Можно ли объяснить жутью этой ряд диких и бессмысленных выходок Пушкина в кишиневскую пору? Его нельзя оправдать, понять можно. Им руководил страх так же превратиться в живую мумию. Какого контроля надо ждать от человека, который почуял вдруг гибельную власть трясины, когда отвратительная жижа уже достигла горла и готова смешаться с живым дыханием?
Сопротивление болоту и гибельный страх не выбирают формы. Форма нужна красоте и покою, стремительность и ужас обрести её не успевают.
Можно ли научиться вести себя достойно в мире призраков?
Вот Пушкин. Он продолжает с офицером Липранди начатый ещё на улице разговор.
Э. Пушкин, зачем нам сетовать на несчастную жизнь. Несчастье это отличная школа, говорит Липранди.
Ну, знаешь, коли так, то счастье университет, и я бы предпочёл совсем не иметь школьного образования
Смеётся так, что обращает на себя общее внимание.
Скажи, брат Липранди, продолжает Пушкин, это верно, что среди местных молдован есть такой обычай, что они за обиду на дуэль не вызывают, а нанимают молодцов с палками, да их руками и дубасят противника?..
Был тут такой случай, буквально второго дня. Тут поссорились два молдавана и обошлись друг с другом ровно таким способом
Забавно, забавно.
Пушкин в рассеянности оглядывает пестрое собрание, в котором смешались долгополые молдавские хламиды, офицерские сюртуки, мужские и женские наряды, вполне соответствующие последней волне парижской моды.
Знакомое лицо давешней миловидной напарницы Пушкина по неудавшейся мазурке Марьи Балш останавливает его взгляд.
Тут следует кое-что пояснить. Сделаем это выдержками из дневника кишинёвского знакомца Пушкина, военного топографа И.П. Липранди, с которым он только что вошёл в избранное местное общество, и вскоре станет свидетелем происшествия, наделавшего много шуму и пересудов.

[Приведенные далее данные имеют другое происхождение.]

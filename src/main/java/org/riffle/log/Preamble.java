package org.riffle.log;

import java.util.List;
import java.util.Locale;
import java.util.regex.Matcher;
import java.util.regex.Pattern;

/**
 * Facts a logger writes above its table that riffle can use: a sample rate ({@code Rate: 25.6 kHz},
 * {@code Sampling rate;100;Hz}) or a sample interval ({@code Interval: 10 s}, {@code Sample interval;500;ms}).
 * Used only when the table has no time column and the user gave no rate.
 *
 * <p>Stateless and thread-safe.
 */
final class Preamble {
    private static final String NUMBER = "([0-9]+(?:[.,][0-9]+)?)";
    private static final String SEP = "\\s*[:;=,\\t ]\\s*";
    private static final Pattern RATE = Pattern.compile(".*\\b(?:sampl(?:e|ing)\\s*)?(?:rate|frequency)" + SEP
            + NUMBER + "\\s*[;,\\t ]?\\s*(hz|khz|/s|1/s)\\b.*");
    private static final Pattern INTERVAL = Pattern.compile(".*\\b(?:sampl(?:e|ing)\\s*)?(?:interval|period)" + SEP
            + NUMBER + "\\s*[;,\\t ]?\\s*(ms|s|sec|seconds|min|h)\\b.*");

    private Preamble() {
    }

    /** A rate found in a preamble line. */
    record Rate(double hz, String line) {
    }

    /** The first sample rate or interval stated in {@code lines}, or null. */
    static Rate rate(List<String> lines) {
        for (String line : lines) {
            String l = line.toLowerCase(Locale.ROOT);
            Matcher m = RATE.matcher(l);
            if (m.matches()) {
                double v = Double.parseDouble(m.group(1).replace(',', '.'));
                double hz = m.group(2).equals("khz") ? v * 1000 : v;
                if (hz > 0) {
                    return new Rate(hz, line.strip());
                }
            }
            m = INTERVAL.matcher(l);
            if (m.matches()) {
                double v = Double.parseDouble(m.group(1).replace(',', '.'));
                String u = m.group(2);
                double seconds = u.equals("ms") ? v / 1000 : u.equals("min") ? v * 60 : u.equals("h") ? v * 3600 : v;
                if (seconds > 0) {
                    return new Rate(1 / seconds, line.strip());
                }
            }
        }
        return null;
    }
}
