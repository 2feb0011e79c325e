package org.riffle.log;

import java.util.Objects;

/**
 * One numeric channel of a recording: a name, a unit as written in the log, and its samples as a
 * primitive {@code float} array (4 bytes a sample). A missing sample is {@code NaN}.
 *
 * <p>Immutable: the samples are copied in, and {@link #values()} hands out a copy; hot loops use
 * {@link #value(int)} or {@link #copyTo(double[], int, int)}.
 */
public final class Channel {
    private final String name;
    private final String unit;
    private final float[] samples;
    private final int missing;

    /**
     * @param name channel name as read (never empty)
     * @param unit unit text as read, {@code ""} when none
     * @param samples samples; {@code NaN} marks a missing one. Copied.
     */
    public Channel(String name, String unit, float[] samples) {
        this(name, unit, samples.clone(), null);
    }

    /** Takes ownership of {@code owned}; the unused last parameter only tells this constructor apart. */
    private Channel(String name, String unit, float[] owned, Void adopted) {
        this.name = Objects.requireNonNull(name, "name");
        this.unit = Objects.requireNonNull(unit, "unit");
        this.samples = owned;
        int m = 0;
        for (float v : owned) {
            if (Float.isNaN(v)) {
                m++;
            }
        }
        this.missing = m;
    }

    /** Builds a channel that takes ownership of {@code samples} without copying (readers only). */
    static Channel adopt(String name, String unit, float[] samples) {
        return new Channel(name, unit, samples, null);
    }

    public String name() {
        return name;
    }

    public String unit() {
        return unit;
    }

    /** Number of samples, missing ones included. */
    public int size() {
        return samples.length;
    }

    /** Number of missing ({@code NaN}) samples. */
    public int missing() {
        return missing;
    }

    /** Sample {@code i}, {@code NaN} when missing. */
    public float value(int i) {
        return samples[i];
    }

    /** A copy of all samples. */
    public float[] values() {
        return samples.clone();
    }

    /** The samples as doubles (a new array). */
    public double[] toDoubles() {
        double[] out = new double[samples.length];
        copyTo(out, 0, samples.length);
        return out;
    }

    /** Copies samples {@code [from, to)} into {@code dest} starting at 0. */
    public void copyTo(double[] dest, int from, int to) {
        for (int i = from; i < to; i++) {
            dest[i - from] = samples[i];
        }
    }

    @Override
    public String toString() {
        return "Channel[" + name + (unit.isEmpty() ? "" : " [" + unit + "]") + ", " + samples.length
                + " samples, " + missing + " missing]";
    }
}
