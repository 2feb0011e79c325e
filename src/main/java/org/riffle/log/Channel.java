package org.riffle.log;

import java.util.Arrays;
import java.util.Objects;

/**
 * One numeric channel of a recording: a name, a unit as written in the log, and its samples as a
 * primitive {@code float} array (4 bytes a sample). A missing sample is {@code NaN}.
 *
 * <p>Immutable: the samples are copied in, and {@link #values()} hands out a copy; hot loops use
 * {@link #value(int)} or {@link #copyTo(double[], int, int)}. A channel made by a reader may own an
 * array longer than its samples (the rows were allocated from an estimate); the rest is never read.
 */
public final class Channel {
    private final String name;
    private final String unit;
    private final float[] samples;
    private final int size;
    private final int missing;

    /**
     * @param name channel name as read (never empty)
     * @param unit unit text as read, {@code ""} when none
     * @param samples samples; {@code NaN} marks a missing one. Copied.
     */
    public Channel(String name, String unit, float[] samples) {
        this(name, unit, samples.clone(), samples.length);
    }

    /** Takes ownership of {@code owned}, of which the first {@code size} are the samples. */
    private Channel(String name, String unit, float[] owned, int size) {
        this.name = Objects.requireNonNull(name, "name");
        this.unit = Objects.requireNonNull(unit, "unit");
        if (size < 0 || size > owned.length) {
            throw new IllegalArgumentException(size + " samples of an array of " + owned.length);
        }
        this.samples = owned;
        this.size = size;
        int m = 0;
        for (int i = 0; i < size; i++) {
            if (Float.isNaN(owned[i])) {
                m++;
            }
        }
        this.missing = m;
    }

    /**
     * Builds a channel of the first {@code size} values of {@code samples}, taking ownership of the array
     * without copying it (readers only).
     */
    static Channel adopt(String name, String unit, float[] samples, int size) {
        return new Channel(name, unit, samples, size);
    }

    public String name() {
        return name;
    }

    public String unit() {
        return unit;
    }

    /** Number of samples, missing ones included. */
    public int size() {
        return size;
    }

    /** Number of missing ({@code NaN}) samples. */
    public int missing() {
        return missing;
    }

    /** Sample {@code i}, {@code NaN} when missing. */
    public float value(int i) {
        return samples[Objects.checkIndex(i, size)];
    }

    /** A copy of all samples. */
    public float[] values() {
        return Arrays.copyOf(samples, size);
    }

    /** The samples as doubles (a new array). */
    public double[] toDoubles() {
        double[] out = new double[size];
        copyTo(out, 0, size);
        return out;
    }

    /**
     * For each run k, the smallest and largest present sample of [from[k], to[k]) into min[k] and
     * max[k], or +∞ and −∞ when the run has none (the shape of {@code Sparkline.Runs}): a channel's
     * sparkline without a copy of its samples, which for a long log was megabytes of fresh memory on
     * the way to the first frame.
     */
    public void ranges(int[] from, int[] to, double[] min, double[] max) {
        for (int k = 0; k < from.length; k++) {
            Objects.checkFromToIndex(from[k], to[k], size);
            float mn = Float.POSITIVE_INFINITY;
            float mx = Float.NEGATIVE_INFINITY;
            for (int i = from[k]; i < to[k]; i++) {
                float v = samples[i];
                if (v - v == 0) { // finite: v − v is NaN for NaN and ±∞
                    mn = v < mn ? v : mn;
                    mx = v > mx ? v : mx;
                }
            }
            min[k] = mn;
            max[k] = mx;
        }
    }

    /** Copies samples {@code [from, to)} into {@code dest} starting at 0. */
    public void copyTo(double[] dest, int from, int to) {
        Objects.checkFromToIndex(from, to, size);
        for (int i = from; i < to; i++) {
            dest[i - from] = samples[i];
        }
    }

    @Override
    public String toString() {
        return "Channel[" + name + (unit.isEmpty() ? "" : " [" + unit + "]") + ", " + size
                + " samples, " + missing + " missing]";
    }
}
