package org.riffle.log;

/**
 * How a delimited text log is laid out, as detected or given: the field delimiter, the decimal mark,
 * whether fields were quoted, how many lines came before the table, and whether the table has a header
 * row and a units row under it. Immutable.
 *
 * @param delimiter the field delimiter: {@code ','}, {@code ';'}, {@code '\t'}, or {@link #WHITESPACE}
 *     for columns aligned with runs of spaces or tabs
 * @param decimalComma true when numbers use a decimal comma
 * @param quoted true when quoted fields were seen in the first part of the file
 * @param skippedLines lines before the table (preamble, comments, blank lines)
 * @param header true when the table starts with a row of names
 * @param unitsRow true when a row of units follows the names
 */
public record Dialect(char delimiter, boolean decimalComma, boolean quoted, int skippedLines, boolean header,
                      boolean unitsRow) {
    /** The delimiter value that stands for runs of spaces or tabs. */
    public static final char WHITESPACE = ' ';

    public Dialect {
        if (delimiter != ',' && delimiter != ';' && delimiter != '\t' && delimiter != WHITESPACE
                && delimiter != '|') {
            throw new IllegalArgumentException("delimiter " + name(delimiter) + " is not one of , ; tab | whitespace");
        }
        if (decimalComma && delimiter == ',') {
            throw new IllegalArgumentException("decimal comma clashes with delimiter ','");
        }
        if (skippedLines < 0) {
            throw new IllegalArgumentException("skipped lines " + skippedLines + " is negative");
        }
    }

    /** A short description, e.g. {@code "csv ';' decimal ',' units row"}. */
    public String describe() {
        StringBuilder sb = new StringBuilder(delimiter == WHITESPACE ? "text whitespace-aligned"
                : "csv " + name(delimiter));
        if (decimalComma) {
            sb.append(" decimal ','");
        }
        if (!header) {
            sb.append(" no header");
        }
        if (unitsRow) {
            sb.append(" units row");
        }
        if (skippedLines > 0) {
            sb.append(" after ").append(skippedLines).append(skippedLines == 1 ? " line" : " lines");
        }
        return sb.toString();
    }

    /** How a delimiter is written in messages: {@code ','}, {@code tab}, {@code whitespace}. */
    static String name(char delimiter) {
        if (delimiter == '\t') {
            return "tab";
        }
        return delimiter == WHITESPACE ? "whitespace" : "'" + delimiter + "'";
    }
}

«Марья Балш была женщина лет под тридцать, довольно пригожа, черезвычайно остра и словоохотлива; владела хорошо французским языком, и с претензиями. Пушкин был также не прочь поболтать, и должно сказать, что некоторое время это и можно было только с нею одной. Он мог иногда доходить до речей весьма свободных, что ей очень нравилось, и она в этом случае не оставалась в долгу. Действительно ли Пушкин имел на неё какие виды или нет, сказать трудно; в таких случаях он был переметчив и часто без всяких целей любил болтовню и материализм, но, как бы то ни было, Мария принимала это за чистую монету. В это время появилась в салонах некто Альбрехтша; она была годами двумя старше Балш, но красивей, со свободными европейскими манерами; много читала романов, многое проверяла опытом и любезностью своей поставила Балш на второй план; она умела поддержать салонный разговор с Пушкиным и временно увлекла его. У Балш породилась ревность; она начала делать Пушкину намеки и, получив однажды отзыв, что женщина эта (Альбрехтша) историческая и в пылкой страсти, надулась и искала колоть Пушкина. Он стал с ней сдержаннее и вздумал любезничать с её дочерью, Аникой, столь же острой на словах, как и мать её, но любезничал так, как можно было любезничать с двенадцатилетним ребенком. Оскорблённое самолюбие матери и ревность к Альбрехтше (она приняла любезничанье с её дочерью-ребёнком в том смысле, что будто бы Пушкин желал этим показать, что она имеет уже взрослую дочь) вспыхнули: она озлобилась до безграничности. В это самое время и последовала описанная сцена».